* Exercise aim: Take the data below. Output it exactly from its first line through the line containing "return compiled.value.evaluate(at);".

--- Source material ---

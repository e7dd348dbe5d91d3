import fc from 'fast-check';
import { describe, expect, it } from 'vitest';
import { ExpressionError, compile } from '@/lib/expressions/compile';
import type { Scope, Value } from '@/lib/expressions/compile';
import { FUNCTION_NAMES, RESERVED } from '@/lib/expressions/functions';

const names = { values: new Set(['V', 'Ra', 'IL', 'Ia1', 'w', 'winding', 'x', 'y']), parts: new Set(['a', 'b']) };
const scope: Scope = { values: { V: 250, Ra: 0.2, IL: 96, Ia1: 95, w: 80, winding: 'lap', x: 3, y: -4 }, parts: { a: 95, b: 231 } };

const evaluate = (source: string, at: Scope = scope): Value => {
  const compiled = compile(source, names);
  if (!compiled.ok) throw new Error(compiled.says);
  return compiled.value.evaluate(at);
};

describe('evaluation', () => {
  it.each<[string, Value]>([
    ['V - part.a * Ra', 231], ['-x^2', -9], ['2^-1', 0.5], ['(V - 10) / (x + 1)', 60], ['x > 1 and not (y > 0)', true], ['x > 5 or y < 0', true],
    ['0 < x < 4', true], ['x == 3 ? 1 : 2', 1], ['between(x, 3, 4)', true], ['0.1 + 0.2 == 0.3', true], ['0.1 + 0.2 > 0.3', false], ['0.1 + 0.2 <= 0.3', true],
    ['winding == "lap"', true], ['winding != "wave"', true], ['min(x, y, 2)', -4], ['max([x, y, 7])', 7], ['round(2.345, 2)', 2.35], ['round(-2.5)', -3],
    ['floor(-2.5)', -3], ['sind(30)', 0.5], ['cosd(60)', 0.5], ['sind(180)', 0], ['tand(45)', 1], ['asind(0.5)', 30], ['acosd(0)', 90], ['log10(1000)', 3],
    ['log(8, 2)', 3], ['sqrt(x^2 + y^2)', 5], ['abs(3 + 4*i)', 5], ['argd(polard(2, 30))', 30], ['re((1 + 2*i) * (3 - i))', 5], ['im((1 + 2*i) * (3 - i))', 5],
    ['conj(2*i)', { re: 0, im: -2 }], ['sign(y)', -1], ['exp(0)', 1], ['atan2(1, 1) * 4 == pi', true], ['2e3', 2000],
  ])('%s', (source, expected) => {
    const value = evaluate(source);
    if (typeof expected === 'number') expect(value).toBeCloseTo(expected, 12);
    else expect(JSON.parse(JSON.stringify(value))).toEqual(expected);
  });

  it('stays real where the values are real: a root of a negative number is no number', () => {
    expect([evaluate('sqrt(y)'), evaluate('log(y)'), evaluate('acos(x)'), evaluate('x / 0')]).toEqual([NaN, NaN, NaN, Infinity]);
  });

  it('takes complex values of a stored scope as plain data', () => {
    expect(evaluate('part.a / x', { ...scope, parts: { a: { re: 6, im: -9 } } })).toEqual({ re: 2, im: -3 });
  });

  it('names what it uses', () => {
    expect(compile('V - part.a * Ra + V', names)).toMatchObject({ ok: true, value: { names: ['V', 'Ra'], parts: ['a'] } });
  });

  it('throws for a missing value and for text or a yes where a number is needed', () => {
    expect(() => evaluate('V', { values: {}, parts: {} })).toThrow(ExpressionError);
    expect(() => evaluate('winding + 1')).toThrow(ExpressionError);
    expect(() => evaluate('V ? 1 : 2')).toThrow(ExpressionError);
    expect(() => evaluate('i < 2')).toThrow();
  });

  it('agrees with plain arithmetic', () => {
    const number = fc.double({ noNaN: true, min: -1e6, max: 1e6 });
    fc.assert(fc.property(number, number, number, (V, Ra, IL) => {
      expect(evaluate('(V - IL * Ra) / (V + 1e7) * sind(IL) ^ 2', { values: { V, Ra, IL }, parts: {} }))
        .toBeCloseTo(((V - IL * Ra) / (V + 1e7)) * Math.sin(((IL % 360) * Math.PI) / 180) ** 2, 3);
    }));
  });
});

describe('what is not let through', () => {
  it.each([
    ['ones(1e9)', 0], ['import({})', 0], ['evaluate("1")', 0], ['parse("1")', 0], ['simplify("1")', 0], ['createUnit("x")', 0], ['V.constructor', 0],
    ['part.constructor', 0], ['part["a"]', 0], ['V[1]', 0], ['toString()', 0], ['constructor', 0], ['V.toString()', 0], ['V = 2', 0], ['f(x) = x', 0], ['V; x', 0],
    ['{V: 1}', 0], ['1:3', 0], ['[1, 2]', 0], ['x!', 1], ["x'", 1], ['x % 2', 2], ['x xor y', 2], ['x to y', 2], ['2 ^ x ^ y', 2], ['2^-(3^4)', 1], ['2 V', 2],
    ['x .* y', 2], ['x | y', 2], ['null', 0], ['Infinity', 0], ['1e400', 0], ['"lap"', 0], ['"lap" + 1', 1], ['', 0], ['V *', 3], ['(V', 2], ['x ? 1', 5],
    ['min()', 0], ['sqrt', 0], ['sqrt(1, 2)', 0], ['x and 1', 0], ['(x > 1) + 1', 0], ['part', 0], ['random()', 0], ['factorial(5)', 0],
  ])('%s, at %d', (source, at) => {
    const refused = compile(source, names);
    expect(refused).toMatchObject({ ok: false, code: 'name' });
    expect(!refused.ok && refused.says.length).toBeGreaterThan(10);
    if (at > 0) expect(!refused.ok && refused.at).toBe(at);
  });

  it('says where, and what was probably meant', () => {
    expect(compile('V - ia1 * Ra', names)).toMatchObject({ ok: false, at: 4, says: expect.stringContaining('Did you mean Ia1?') as string });
    expect(compile('V - squrt(Ra)', names)).toMatchObject({ ok: false, at: 4, says: expect.stringContaining('Did you mean sqrt?') as string });
    expect(compile('V - part.c', names)).toMatchObject({ ok: false, at: 4, says: expect.stringContaining('no earlier part c') as string });
    expect(compile('2 V', names)).toMatchObject({ ok: false, says: 'Write * between 2 and V.' });
  });

  it('keeps the functions of machines for later', () => {
    for (const source of ['at(full).speed', 'at(full)']) expect(compile(source, names)).toMatchObject({ ok: false, code: 'schema' });
  });

  it('bounds length, depth and the number of terms', () => {
    for (const source of ['('.repeat(500), `${'-'.repeat(500)}1`, `${'not '.repeat(240)}x`, '1+'.repeat(499) + '1', 'x?'.repeat(300), '2^'.repeat(300), 'V'.repeat(5000),
      `max([${Array.from({ length: 65 }, () => '1').join(',')}])`]) {
      expect(compile(source, names), source.slice(0, 20)).toMatchObject({ ok: false, code: 'name' });
    }
  });

  it('never throws, and lets no name through that is not known', () => {
    const words = fc.constantFrom('V', 'x', 'part.a', 'sqrt', 'sin', '(', ')', '[', ']', '+', '-', '*', '/', '^', '==', '<', 'and', 'not ', '?', ':', '"lap"', '1', '.', ',', '=', ';', '!', "'", '%', 'i', '{', '}', '\n', '#', 'end', 'constructor', 'import', 'eval', '\\', '∞', '1e9');
    fc.assert(fc.property(fc.array(words, { maxLength: 12 }), (source) => {
      const compiled = compile(source.join(''), names);
      if (compiled.ok) expect([...names.values]).toEqual(expect.arrayContaining(compiled.value.names));
      else expect(compiled.at).toBeLessThanOrEqual(source.join('').length);
    }), { numRuns: 2000 });
  });

  it('reserves its words', () => {
    for (const word of ['pi', 'e', 'i', 'part', 'at', 'constructor', ...FUNCTION_NAMES]) expect(RESERVED.has(word)).toBe(true);
  });
});
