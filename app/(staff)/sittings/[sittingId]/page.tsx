import type { Metadata } from 'next';
import { notFound } from 'next/navigation';
import { cache } from 'react';
import { CandidateList } from '@/components/sittings/plan/CandidateList';
import { PlanPanel } from '@/components/sittings/plan/PlanPanel';
import { QueryProvider } from '@/components/shell/QueryProvider';
import { LinkButton } from '@/components/ui/LinkButton';
import { PageHead } from '@/components/ui/PageHead';
import { RatingPlate } from '@/components/ui/RatingPlate';
import { StateMark } from '@/components/ui/StateMark';
import { type StateOf } from '@/components/ui/states';
import { pageContext, type SignedIn } from '@/lib/auth/context';
import { type SittingPage, sittingPage } from '@/lib/planning/queries';
import { readSchool } from '@/lib/school/queries';
import { showAppointment, showTime } from '@/lib/school/times';
import {
  addCandidatesAction, cancelSittingAction, drawPapersAgainAction, inviteCandidatesAction, removeCandidateAction, renewNeedsAction, setSeatsAction,
} from '../actions';

type Props = { params: Promise<{ sittingId: string }> };

const load = cache(async (sittingId: string) => {
  const context = await pageContext('instructor', 'proctor', 'registrar');
  const sitting = await sittingPage(context, sittingId);
  if (!sitting.ok) notFound();
  return { context, sitting: sitting.value };
});

export async function generateMetadata({ params }: Props): Promise<Metadata> {
  return { title: (await load((await params).sittingId)).sitting.title };
}

const minutes = (seconds: number): string => (seconds === 0 ? '' : `${Math.round(seconds / 6) / 10} min`);
const actions = { invite: inviteCandidatesAction, drawAgain: drawPapersAgainAction, renewNeeds: renewNeedsAction, add: addCandidatesAction, cancel: cancelSittingAction };
const over = ['closed', 'reconciled', 'abandoned'];
const atDesk = ['planned', 'check-in', 'running', 'paused', 'closed'];

function Doors({ sitting, context }: { sitting: SittingPage; context: SignedIn }) {
  const { roles } = context.actor;
  return (
    <>
      {sitting.mayPlan && <LinkButton href={`/sittings/${sitting.id}/plan`}>Change the plan</LinkButton>}
      {roles.has('instructor') && sitting.teaches && over.includes(sitting.state) && <LinkButton href={`/marking/${sitting.id}`} look={sitting.mayRun ? 'plain' : 'main'}>Go to the marking</LinkButton>}
      {roles.has('registrar') && over.includes(sitting.state) && <LinkButton href={`/records/${sitting.id}`}>Go to the records</LinkButton>}
      {sitting.mayRun && atDesk.includes(sitting.state) && <LinkButton href={`/sittings/${sitting.id}/board`} look="main">Open the board</LinkButton>}
    </>
  );
}

export default async function SittingPlanPage({ params }: Props) {
  const { context, sitting } = await load((await params).sittingId);
  const { settings } = await readSchool(context.db);
  const cells = [
    { label: 'Form', value: `${sitting.form.title}, form ${sitting.form.number}` },
    { label: 'Questions', value: `${sitting.form.questions}, ${sitting.form.marks} marks` },
    { label: 'Time allowed', value: `${sitting.minutes} min` },
    { label: 'Class', value: sitting.className },
    { label: 'Room', value: sitting.room },
    { label: 'Check-in opens', value: showTime(sitting.opensAt, settings) },
    { label: 'Latest start', value: showTime(sitting.latestStartAt, settings) },
    { label: 'Proctors', value: sitting.proctors.map((proctor) => proctor.name).join(', ') || 'none' },
  ];
  const candidates = sitting.candidates.map(({ secondsAllowed, restSeconds, mail, state, ...candidate }) => ({
    ...candidate, time: minutes(secondsAllowed), rest: minutes(restSeconds), mail: mail as StateOf<'e-mail'> | null, state: state as StateOf<'candidate'>,
  }));
  const plan = {
    id: sitting.id, title: sitting.title, papers: sitting.papers.state, drawn: sitting.candidates.filter((candidate) => candidate.hasPaper).length, candidates: candidates.length,
    withoutAddress: candidates.filter((candidate) => !candidate.hasEmail).length, readiness: sitting.readiness, missing: sitting.missing, changedNeeds: sitting.changedNeeds,
    mayPlan: sitting.mayPlan, mayCancel: sitting.teaches && (sitting.state === 'planned' || sitting.state === 'check-in'),
  };
  return (
    <QueryProvider>
      <PageHead title={sitting.title} says={<><StateMark thing="sitting" state={sitting.state} /> · {showAppointment(sitting.startsAt, settings)}</>} back={{ href: '/sittings', label: 'Sittings' }}>
        <Doors sitting={sitting} context={context} />
      </PageHead>
      <RatingPlate kind="record" label="The sitting" cells={cells} columns={4} />
      <div className="beside mt-8">
        <CandidateList sittingId={sitting.id} candidates={candidates} mayPlan={sitting.mayPlan} saveSeats={setSeatsAction} remove={removeCandidateAction} />
        {(sitting.state === 'planned' || plan.mayCancel) && <PlanPanel plan={plan} actions={actions} />}
      </div>
    </QueryProvider>
  );
}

---

* Output of the exercise:
repository e7dd348dbe5d91d3
import fc from 'fast-check';
import { describe, expect, it } from 'vitest';
import { ExpressionError, compile } from '@/lib/expressions/compile';
import type { Scope, Value } from '@/lib/expressions/compile';
import { FUNCTION_NAMES, RESERVED } from '@/lib/expressions/functions';

const names = { values: new Set(['V', 'Ra', 'IL', 'Ia1', 'w', 'winding', 'x', 'y']), parts: new Set(['a', 'b']) };
const scope: Scope = { values: { V: 250, Ra: 0.2, IL: 96, Ia1: 95, w: 80, winding: 'lap', x: 3, y: -4 }, parts: { a: 95, b: 231 } };

const evaluate = (source: string, at: Scope = scope): Value => {
  const compiled = compile(source, names);
  if (!compiled.ok) throw new Error(compiled.says);
  return compiled.value.evaluate(at);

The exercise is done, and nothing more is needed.